» WHAT YOU SHOULD DO:
From the records that follow, give the number of lines that include the word "function", with no further words.
***** PROVIDED INFORMATION
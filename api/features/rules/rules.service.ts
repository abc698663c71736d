import type { SystemAccess } from '#api/caller.ts'
import type { HeadWriteService } from '#api/features/revisions/head-write.service.ts'
import type { Head, HeadsService } from '#api/features/revisions/heads.service.ts'
import { etagOf, type IfMatch } from '#api/precondition.ts'
import type { RulesWire } from '#shared/contracts/rules.contract.ts'
import { writeRuleScope, writeStateRules } from '#shared/contracts/wire-values.ts'
import { decideReplace, type PutRulesBody } from './rules.rules.ts'

export interface RulesDeps {
  readonly heads: HeadsService
  readonly writes: HeadWriteService
}

/** Reads the rules of a system off the head and replaces them. */
export function createRulesService({ heads, writes }: RulesDeps) {
  return {
    async get(system: SystemAccess): Promise<RulesWire> {
      return taggedRules(await heads.current(system.id))
    },

    async replace(system: SystemAccess, ifMatch: IfMatch, body: PutRulesBody) {
      const { head, effect } = await writes.write({
        system,
        message: body.message,
        expected: { ifMatch, current: taggedRules },
        decide: ({ index }) => decideReplace(index, body),
        audit: { action: 'rules.edited', subject: system.id },
      })
      return { ...taggedRules(head), effect }
    },
  }
}
export type RulesService = ReturnType<typeof createRulesService>

function taggedRules({ model, index: { names } }: Head): RulesWire {
  const wire = {
    states: writeStateRules(model.states, names),
    prefixes: model.prefixes.map(({ prefix, ...scope }) => ({
      prefix,
      ...writeRuleScope(scope, names),
    })),
  }
  return { ...wire, etag: etagOf(wire) }
}
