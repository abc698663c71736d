import type { PairModel, SystemModel, TokenModel } from './model.ts'

/** The tokens that a token's values follow: aliases and derivations, in any theme and state. */
function followed({ value, values }: TokenModel): string[] {
  const set = [value, ...Object.values(values).flatMap((byState) => Object.values(byState))]
  return set.flatMap((one) => (one === undefined || one.kind === 'color' ? [] : [one.token]))
}

/** Every token that a pair names: its sides, and what lies under them. */
function namedBy({ foreground, background, backdrop }: PairModel): string[] {
  return [foreground, background, ...(backdrop === 'unknown' ? [] : backdrop)]
}

/**
 * The tokens in no pair: neither named by one, nor followed by a token that is.
 * @returns in ledger order
 */
export function uncoveredTokens<Token extends TokenModel>(
  model: Pick<SystemModel, 'pairs'> & { readonly tokens: readonly Token[] },
): Token[] {
  const tokens = new Map(model.tokens.map((token) => [token.id, token]))
  const covered = new Set(model.pairs.flatMap(namedBy))
  // A set is walked in order of insertion, so what is added is walked as well.
  for (const id of covered) {
    const token = tokens.get(id)
    for (const target of token ? followed(token) : []) covered.add(target)
  }
  return model.tokens.filter(({ id }) => !covered.has(id))
}

/** What a pair measures, as text: two pairs that measure the same differ in what they ask, or for whom. */
export function measuredBy(
  pair: Pick<PairModel, 'foreground' | 'background' | 'use' | 'relation'> & {
    readonly backdrop?: PairModel['backdrop'] | undefined
  },
): string {
  const { foreground, background, backdrop = [], use, relation } = pair
  return JSON.stringify([foreground, background, backdrop, use, relation])
}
**********
» RESPONSE BOX:
6